Using Digital Earth technology, scientific and public access to SEAMONSTER
observations of climate change is increased. Shown above is the retreat of the
Mendenhall Glacier during the 2007 summer. This information is given to the US Forest
Service Mendenhall Glacier Visitors Center and shared with the approximately 300,000
visitors. By sharing this information via the Internet, even more of the public can be
made aware of these observations. A second example of the use of digital earth and
sensor webs is the display of water quality parameters in Google Earth via kml. In the
Lemon Creek Watershed, this plot shows water temperature by color (4.5-9.0 C, seen in
legend on left). One can explore the drainage and see that the main channel is cooler
(light blue) and dominated by glacial melt. The non-glacial tributaries (orange, red,
yellow) are warmer before they join the main channel.

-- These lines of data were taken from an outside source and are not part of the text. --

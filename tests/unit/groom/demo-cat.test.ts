// Brisquette, the demo's long-bodied cat, looks like a cat and not a ball: a body much longer than
// it is high or wide, standing on four legs (the lowest points, in two pairs front and back, left
// and right), with a head and a tail at the ends. Proportions are rough ones of a domestic cat
// from common knowledge (body about 2–3 times as long as the shoulder height), not a standard.
import { describe, expect, it } from 'vitest';
import { checkSurface } from '@/lib/field';
import { DEMO_GROOMS } from '@/lib/groom/demo';

const cat = DEMO_GROOMS.find((demo) => demo.id === 'brisquette-long-cat')!;

describe('the demo cat', () => {
  const mesh = cat.surface();
  const p = mesh.positions;
  const n = p.length / 3;
  const axis = (k: number) => Array.from({ length: n }, (_, v) => p[3 * v + k]);
  const [xs, ys, zs] = [axis(0), axis(1), axis(2)];
  const extent = (values: number[]) => Math.max(...values) - Math.min(...values);

  it('is a clean closed surface of genus 0', () => {
    const report = checkSurface(mesh);
    expect(report.problems.filter((problem) => problem.severity === 'error')).toEqual([]);
    expect(report.facts!.genus).toBe(0);
  });

  it('is long: nose to tail well over twice its height and three times its width', () => {
    expect(extent(zs)).toBeGreaterThan(2 * extent(ys));
    expect(extent(zs)).toBeGreaterThan(3 * extent(xs));
  });

  it('stands on four legs: the lowest points sit in four separate feet, two in front and two behind', () => {
    const floor = Math.min(...ys);
    const belly = Math.min(...ys.filter((_, v) => Math.abs(xs[v]) < 0.5 && zs[v] > -5 && zs[v] < 5));
    // The feet reach well below the belly between the legs.
    expect(belly - floor).toBeGreaterThan(4);
    const feet = new Set<string>();
    for (let v = 0; v < n; v++) if (ys[v] < floor + 1) feet.add(`${zs[v] > 0 ? 'front' : 'hind'} ${xs[v] > 0 ? 'left' : 'right'}`);
    expect([...feet].sort()).toEqual(['front left', 'front right', 'hind left', 'hind right']);
  });

  it('has a tail behind: the rear tip lies far behind the hind feet and above them', () => {
    const tip = zs.indexOf(Math.min(...zs));
    const hindFeet = Math.min(...zs.filter((_, v) => ys[v] < Math.min(...ys) + 1));
    expect(hindFeet - zs[tip]).toBeGreaterThan(8);
    expect(ys[tip]).toBeGreaterThan(Math.min(...ys) + 8);
  });
});
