import { describe, expect, it } from 'vitest';
import { faceAreas, readSurface, surfaceArea } from '@/lib/field';
import { GroomError } from '@/lib/groom/errors';
import { growGuides } from '@/lib/groom/grow/guides';
import { sampleRoots } from '@/lib/groom/grow/roots';
import { solveGroomField } from '@/lib/groom/place/request';
import { prepareGroomSurface } from '@/lib/groom/place/surface';
import { parseGroomSpec, type GroomSpecInput } from '@/lib/groom/spec/spec';
import { quadSphere, type QuadSphere } from '@/tests/fixtures/quad-sphere';
import { icosphere } from '@/tests/fixtures/shapes';
import { nearestNeighbourDistances } from './support';

const text = (s: string) => new TextEncoder().encode(s);
const SPEC: GroomSpecInput = {
  specVersion: 2,
  units: 'cm',
  field: { singularities: [{ point: [0, 1, 0], index: 1 }, { point: [0, -1, 0], index: 1 }] },
  guides: { count: 300, length: 0.3, pointsPerGuide: 6, seed: 9 },
};

function grow(sphere: QuadSphere, input: GroomSpecInput = SPEC, rootsFrom?: QuadSphere) {
  const spec = parseGroomSpec(input);
  const mesh = readSurface(text(sphere.obj), 'sphere.obj').mesh;
  const surface = prepareGroomSurface(mesh, { boundary: spec.field.boundary });
  const from = rootsFrom ? readSurface(text(rootsFrom.obj), 'first.obj').mesh : undefined;
  return growGuides(surface, solveGroomField(spec, surface), spec, from ? { rootsFrom: from } : {}).guides;
}

describe('roots in one fixed order', () => {
  const mesh = icosphere(4, 1);
  const request = { positions: mesh.positions, triangles: mesh.triangles, faceArea: faceAreas(mesh), seed: 3 };

  it('makes a sparser set the first roots of a denser one, exactly', () => {
    const dense = sampleRoots({ ...request, count: 2100 });
    for (const count of [1, 64, 65, 700, 1500]) {
      const sparse = sampleRoots({ ...request, count });
      expect(sparse.count).toBe(count);
      expect(Array.from(sparse.face)).toEqual(Array.from(dense.face.subarray(0, count)));
      expect(Array.from(sparse.position)).toEqual(Array.from(dense.position.subarray(0, 3 * count)));
    }
  });

  it('spreads every prefix like a Poisson-disk set (between levels as well as at them)', () => {
    // The measure of Lagae & Dutré (Computer Graphics Forum 27(1), 2008), as in roots.test.ts:
    // distances in units of 2 r_max = 2 √(A / (2√3 N)); independent uniform points have a mean
    // nearest-neighbour distance of 0.47 and a smallest one near 0 (Clark & Evans, 1954).
    for (const count of [512, 600, 800, 1000, 1024]) {
      const roots = sampleRoots({ ...request, count });
      const twoRMax = 2 * Math.sqrt(surfaceArea(mesh) / (2 * Math.sqrt(3) * count));
      const nn = nearestNeighbourDistances(roots.position, count);
      expect(Math.min(...nn) / twoRMax, `smallest distance at ${count}`).toBeGreaterThan(0.3);
      expect(nn.reduce((a, b) => a + b, 0) / nn.length / twoRMax, `mean distance at ${count}`).toBeGreaterThan(0.6);
    }
  });
});

describe('guides know where they grow', () => {
  const sphere = quadSphere(10, 16);
  const guides = grow(sphere);

  it('binds every root to its OBJ polygon: the polygon corners’ file positions and the weights give the curve’s first point', () => {
    const { polygon, corners, weights } = guides.binding;
    const n = guides.pointsPerGuide;
    expect(guides.count).toBe(300);
    for (let g = 0; g < guides.count; g++) {
      const face = sphere.polygons[polygon[g]];
      let sum = 0;
      const root = [0, 0, 0];
      for (let i = 0; i < 3; i++) {
        const c = corners[3 * g + i];
        expect(c).toBeLessThan(face.vertices.length);
        if (i > 0) expect(c).toBeGreaterThan(corners[3 * g + i - 1]);
        const w = weights[3 * g + i];
        expect(w).toBeGreaterThanOrEqual(-1e-12);
        sum += w;
        // Positions as written in the file (before welding), by the file's own numbering.
        const position = sphere.positions[face.vertices[c]];
        for (let a = 0; a < 3; a++) root[a] += w * position[a];
      }
      expect(sum).toBeCloseTo(1, 12);
      for (let a = 0; a < 3; a++) expect(Math.abs(root[a] - guides.points[3 * n * g + a])).toBeLessThan(1e-9);
    }
  });

  it('gives each root the UV interpolated from its polygon corners’ vt', () => {
    const { polygon, corners, weights, uv } = guides.binding;
    expect(uv).toBeDefined();
    for (let g = 0; g < guides.count; g++) {
      const face = sphere.polygons[polygon[g]];
      for (let a = 0; a < 2; a++) {
        let expected = 0;
        for (let i = 0; i < 3; i++) expected += weights[3 * g + i] * Math.fround(sphere.uvs[face.uvs[corners[3 * g + i]]][a]);
        expect(Math.abs(uv![2 * g + a] - expected)).toBeLessThan(1e-12);
      }
    }
  });

  it('says which triangle of its polygon each root is in: 0 for a triangle, 0 or 1 for a quad', () => {
    for (let g = 0; g < guides.count; g++) {
      expect(guides.binding.triangle[g]).toBeLessThanOrEqual(sphere.polygons[guides.binding.polygon[g]].vertices.length - 3);
    }
    expect(new Set(guides.binding.triangle)).toEqual(new Set([0, 1]));
  });

  it('keeps ids when the count changes: the first guides of a larger set are the smaller set’s, point for point', () => {
    const more = grow(sphere, { ...SPEC, guides: { ...SPEC.guides, count: 700 } });
    expect(Array.from(more.guideId.subarray(0, 300))).toEqual(Array.from(guides.guideId));
    expect(Array.from(more.binding.polygon.subarray(0, 300))).toEqual(Array.from(guides.binding.polygon));
    expect(Array.from(more.binding.weights.subarray(0, 900))).toEqual(Array.from(guides.binding.weights));
    // Per-guide variation is keyed by id, so the guides themselves are the same curves.
    expect(Array.from(more.points.subarray(0, guides.points.length))).toEqual(Array.from(guides.points));
  });

  it('keeps ids, polygons and weights through a sculpt pass, with the roots on the sculpted skin', () => {
    const sculpted = quadSphere(10, 16, { sculpt: (_v, [x, y, z]) => [x * (1 + 0.15 * Math.sin(3 * y)), 1.2 * y, z + 0.1 * x * x] });
    const after = grow(sculpted, SPEC, sphere);
    expect(Array.from(after.guideId)).toEqual(Array.from(guides.guideId));
    expect(Array.from(after.binding.polygon)).toEqual(Array.from(guides.binding.polygon));
    expect(Array.from(after.binding.corners)).toEqual(Array.from(guides.binding.corners));
    expect(Array.from(after.binding.weights)).toEqual(Array.from(guides.binding.weights));
    const n = after.pointsPerGuide;
    for (let g = 0; g < after.count; g++) {
      const face = sculpted.polygons[after.binding.polygon[g]];
      for (let a = 0; a < 3; a++) {
        let root = 0;
        for (let i = 0; i < 3; i++) root += after.binding.weights[3 * g + i] * sculpted.positions[face.vertices[after.binding.corners[3 * g + i]]][a];
        expect(Math.abs(root - after.points[3 * n * g + a])).toBeLessThan(1e-9);
      }
    }
  });

  it('refuses to keep roots across surfaces of different topology', () => {
    let caught: unknown;
    try {
      grow(quadSphere(10, 16), SPEC, quadSphere(10, 18));
    } catch (error) {
      caught = error;
    }
    expect(caught).toBeInstanceOf(GroomError);
    expect((caught as GroomError).code).toBe('roots-surface-mismatch');
  });
});
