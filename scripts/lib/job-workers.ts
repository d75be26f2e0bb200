// Job-worker processes beside the app (services/jobs-worker.ts): the web server runs no jobs.
// One by default; WORKERS (demo, dev) or TEST_WORKERS (tests) start more, which share the queues
// as workers on other machines would.
import { JOBS_WORKER_ARGS } from '../../services/jobs-worker-process';
import { projectRoot, stackEnvironment, type StackProfile } from './stack';
import { CommandFailed, log, startProcess, type LongRunning } from './processes';

const MOST_WORKERS = 16;

export function workerCount(profile: StackProfile): number {
  const variable = profile.name === 'test' ? 'TEST_WORKERS' : 'WORKERS';
  const raw = process.env[variable];
  if (raw === undefined || raw === '') return 1;
  const count = Number(raw);
  if (!Number.isInteger(count) || count < 0 || count > MOST_WORKERS) {
    throw new CommandFailed(`${variable}=${raw} is not a number of job workers (0–${MOST_WORKERS}).`);
  }
  return count;
}

/** Starts the profile's job workers; each is stopped (and drains) at shutdown like every child. */
export function startJobWorkers(profile: StackProfile): LongRunning[] {
  const count = workerCount(profile);
  log(count === 1 ? 'starting a job worker' : `starting ${count} job workers`);
  return Array.from({ length: count }, () => startProcess(process.execPath, JOBS_WORKER_ARGS, { cwd: projectRoot, env: stackEnvironment(profile) }));
}
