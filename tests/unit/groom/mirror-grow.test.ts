import { spawnSync } from 'node:child_process';
import { mkdtempSync, readFileSync, rmSync, writeFileSync } from 'node:fs';
import { tmpdir } from 'node:os';
import { join } from 'node:path';
import { USDAParser } from 'three/examples/jsm/loaders/usd/USDAParser.js';
import { describe, expect, it } from 'vitest';
import type { TriangleMesh } from '@/lib/field';
import { mirrorSymmetricShape } from '@/tests/fixtures/shapes';
import { parseGroomSpec, type GroomSpecInput } from '@/lib/groom/spec/spec';
import { prepareGroomSurface, type GroomSurface } from '@/lib/groom/place/surface';
import { solveGroomField } from '@/lib/groom/place/request';
import { growGuides } from '@/lib/groom/grow/guides';
import { detectMirrorPlane } from '@/lib/groom/place/mirror-plane';
import { mirrorSpecFeatures } from '@/lib/groom/place/mirror-features';
import { mirrorPoint, type MirrorPlane } from '@/lib/groom/spec/symmetry';
import { worstMirrorGap } from './support';

// Issue 16's symmetry check with every per-guide variation on: growing itself mirrors when the
// spec's `symmetry` is on (no option to pass), so every path that grows a spec gets it.
const X_PLANE: MirrorPlane = { normal: [1, 0, 0], offset: 0 };

const half: GroomSpecInput = {
  specVersion: 3,
  units: 'cm',
  field: { singularities: [{ point: [0.7, 0.5, 0.5], index: 1, twist: 40, handedness: 'clockwise' }], strokes: [{ points: [[0.6, -0.9, 0.4], [0.7, -0.7, 0.5], [0.8, -0.5, 0.55]] }] },
  guides: {
    count: 400, length: 0.5, jitter: 0.6, lift: 30, droop: 0.4,
    curl: { amplitude: 0.04, wavelength: 0.2 },
    tufts: { density: 3, gather: { tip: 0.9 }, inner: { density: 10, gather: { tip: 0.7 } }, loners: 0.2 },
    waver: { amplitude: 0.05, waves: 3 },
  },
  pins: [{ point: [0.5, -0.2, 0.8], attribute: 'length', value: 2 }],
  symmetry: { axis: 'x' },
};

/** The spec with its features mirrored on `surface` (as the editor's twin sides make them). */
function mirroredSpec(surface: GroomSurface, input: GroomSpecInput = half) {
  return mirrorSpecFeatures(parseGroomSpec(input), surface, X_PLANE);
}

describe('growing with the spec’s symmetry on (jitter, curl, two tuft levels, loners, waver)', () => {
  const surface = prepareGroomSurface(mirrorSymmetricShape());
  const spec = mirroredSpec(surface);
  const solved = solveGroomField(spec, surface);
  const grown = growGuides(surface, solved, spec);
  const g = grown.guides;

  it('every guide on one side has a mirror guide on the other within 1e-6 of the surface’s size, all points', () => {
    const { gap, paired } = worstMirrorGap(g.points, g.count, g.pointsPerGuide, X_PLANE);
    expect(paired).toBeGreaterThan(300);
    expect(gap / surface.diagonal).toBeLessThan(1e-6);
    // Every variation was really on: guides are gathered in both levels, some are loners.
    expect(grown.tufts!.centres).toBeGreaterThan(4);
    expect(grown.tufts!.innerCentres).toBeGreaterThan(grown.tufts!.centres);
    expect([...g.tuft].filter((t) => t < 0).length).toBeGreaterThan(10);
    expect([...g.innerTuft].filter((t) => t >= 0).length).toBeGreaterThan(100);
  });

  it('numbers each pair as a root then its mirror, with the same loner choice and mirrored tufts', () => {
    // Ids are the stored order: a root of the positive side at id k, its mirror at k + 1.
    const n = g.pointsPerGuide, P = g.points;
    let pairs = 0;
    for (let k = 0; k + 1 < g.count; k++) {
      const a = [P[3 * n * k], P[3 * n * k + 1], P[3 * n * k + 2]];
      if (a[0] <= 1e-9) continue;
      const b = [P[3 * n * (k + 1)], P[3 * n * (k + 1) + 1], P[3 * n * (k + 1) + 2]];
      const m = mirrorPoint(X_PLANE, a);
      expect(Math.hypot(m[0] - b[0], m[1] - b[1], m[2] - b[2])).toBeLessThan(1e-9);
      expect(g.tuft[k] < 0).toBe(g.tuft[k + 1] < 0);
      expect(g.length[k]).toBeCloseTo(g.length[k + 1], 9);
      pairs++;
      k++;
    }
    expect(pairs).toBeGreaterThan(150);
  });

  it('symmetry off: the roots are the sampler’s own and the guides do not mirror (as before)', () => {
    const { symmetry: _off, ...rest } = spec;
    const plain = growGuides(surface, solved, rest);
    expect(worstMirrorGap(plain.guides.points, plain.guides.count, plain.guides.pointsPerGuide, X_PLANE).gap / surface.diagonal).toBeGreaterThan(1e-3);
    expect(plain.guides.count).toBe(400);
    expect(Array.from(plain.guides.guideId)).toEqual(Array.from({ length: 400 }, (_x, i) => i));
  });

  // The bound is measured, not derived: here the gap is 11.6× the mismatch (detectMirrorPlane's:
  // largest distance of a mirrored vertex to the surface, over the diagonal); 20× leaves room.
  it('on a slightly lopsided surface the mirror gap stays within 20× the surface’s own mismatch', () => {
    // One cheek pushed out by 0.05 % of its x: a mismatch of a few 1e-5 of the diagonal.
    const lopsided: TriangleMesh = mirrorSymmetricShape();
    const p = lopsided.positions;
    for (let v = 0; v < p.length / 3; v++) if (p[3 * v] > 0.3 && p[3 * v + 2] > 0) p[3 * v] *= 1.0005;
    const bent = prepareGroomSurface(lopsided);
    const mismatch = detectMirrorPlane(bent).mismatch;
    expect(mismatch).toBeGreaterThan(1e-6);
    const bentSpec = mirroredSpec(bent);
    const made = growGuides(bent, solveGroomField(bentSpec, bent), bentSpec).guides;
    const { gap } = worstMirrorGap(made.points, made.count, made.pointsPerGuide, X_PLANE);
    expect(gap / bent.diagonal).toBeLessThan(20 * mismatch);
  });
});

/**
 * OBJ text with every coordinate as JavaScript writes it (the shortest that reads back to the same
 * double, ECMA-262 Number::toString), so the command line reads the very surface the spec was
 * mirrored on. (The demo writer's 6 decimals give another surface, still exactly symmetric, on
 * which the guides mirror less closely: 2.6e-6 of the diagonal with this spec, 1.2e-6 without
 * its length pin, though the solved field mirrors within 1e-13 on both; not yet explained, see
 * lib/groom/README.md, "Mirror symmetry".)
 */
function exactObj(mesh: TriangleMesh): string {
  const p = mesh.positions, t = mesh.triangles, lines: string[] = ['# twin shape'];
  for (let v = 0; v < p.length / 3; v++) lines.push(`v ${p[3 * v]} ${p[3 * v + 1]} ${p[3 * v + 2]}`);
  for (let f = 0; f < t.length / 3; f++) lines.push(`f ${t[3 * f] + 1} ${t[3 * f + 1] + 1} ${t[3 * f + 2] + 1}`);
  return `${lines.join('\n')}\n`;
}

describe('the product path: the command line’s USD of a spec with symmetry', () => {
  it('writes guides that mirror each other within 1e-6 of the surface’s size (points read back by three.js’s USDAParser)', () => {
    const folder = mkdtempSync(join(tmpdir(), 'whorlwind-twin-'));
    try {
      const surface = prepareGroomSurface(mirrorSymmetricShape());
      writeFileSync(join(folder, 'shape.obj'), exactObj(mirrorSymmetricShape()));
      writeFileSync(join(folder, 'coat.json'), JSON.stringify(mirroredSpec(surface)));
      const launcher = join(process.cwd(), 'bin', 'whorlwind-groom.mjs');
      const r = spawnSync(process.execPath, [launcher, '--surface', 'shape.obj', '--spec', 'coat.json', '--out', 'g.usda'], { cwd: folder, encoding: 'utf8', timeout: 120_000 });
      expect(r.stderr.split('\n').filter((l) => l.startsWith('whorlwind-groom'))).toEqual([]);
      expect(r.status).toBe(0);
      // three/examples/jsm/loaders/usd/USDAParser.js (r187), an independent USDA reader.
      const { specsByPath } = new USDAParser().parseData(readFileSync(join(folder, 'g.usda'), 'utf8'));
      const curves = Object.keys(specsByPath).find((k) => specsByPath[k].fields.typeName === 'BasisCurves')!;
      const points = specsByPath[`${curves}.points`].fields.default as number[];
      const counts = specsByPath[`${curves}.curveVertexCounts`].fields.default as number[];
      const n = counts[0];
      const { gap, paired } = worstMirrorGap(points, counts.length, n, X_PLANE);
      expect(paired).toBeGreaterThan(300);
      // point3f: single precision, about 1e-7 of a coordinate near 1 (IEEE 754 binary32).
      expect(gap / surface.diagonal).toBeLessThan(1e-6);
    } finally {
      rmSync(folder, { recursive: true, force: true });
    }
  });
});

Additional education and public outreach activities include involving K-12
teachers participating in the NSF funded EDGE program (above) in understanding sensor
web applications for glacier research. Each teacher participating sends two K-12 students
to a summer UAS workshop. The students and teachers are able to maintain involvement
with the SEAMONSTER project through the digital earth files we distribute.
Finally, Lemon Glacier was studied as part of the 1957-58 International
Geophysical Year. Lemon Glacier studies during the 2007-8 International Polar Year are
creating a legacy of next generations scientists prepared for sensor web use.
ACKNOWLEDGMENTS
Funding for SEAMONSTER is provided through NASA Earth Science
Technology Office grant AIST-05-0105, NOAA Education Partnership Panel
Interdisciplinary Scientific Environmental Technology (ISET) Cooperative Science
Center Grant, and NSF Research Experience for Undergraduates Grant No. 0553000.
Logan Berner, Marijke Habermann, Erica Halford, Josh Jones, Edwin Knuth, Nick
Korzen, Holly Moeller, David Sauer, Shannon Siefert, Suzie Teerlink, Larry Brewster
and James Miller have provided SEAMONSTER support.
CONCLUSIONS
Sensor webs represent the next technological step in environmental monitoring of
both long-term climate trends and transient events. Incorporating sensor web and digital
earth technologies improves scientific studies, educational efforts, and public outreach all
associated with climate change.
REFERENCES
Arctic Climate Impact Assessment Scientific Report (ACIA), 2005, Cambridge
University Press.
Report from the Earth Science Technology Office (ESTO) Advanced Information
Systems Technology (AIST) Sensor Web Technology Meeting, February 13-14, 2007
http://esto.nasa.gov/sensorwebmeeting/files/AIST_Sensor_Web_Meeting_Report_2007.pdf
Delin, K.A. (2004). Sensor Webs in the Wild. In: N. Bulusu and S. Jha (eds.), “Wireless
Sensor Networks: A Systems Perspective,”, Artech House.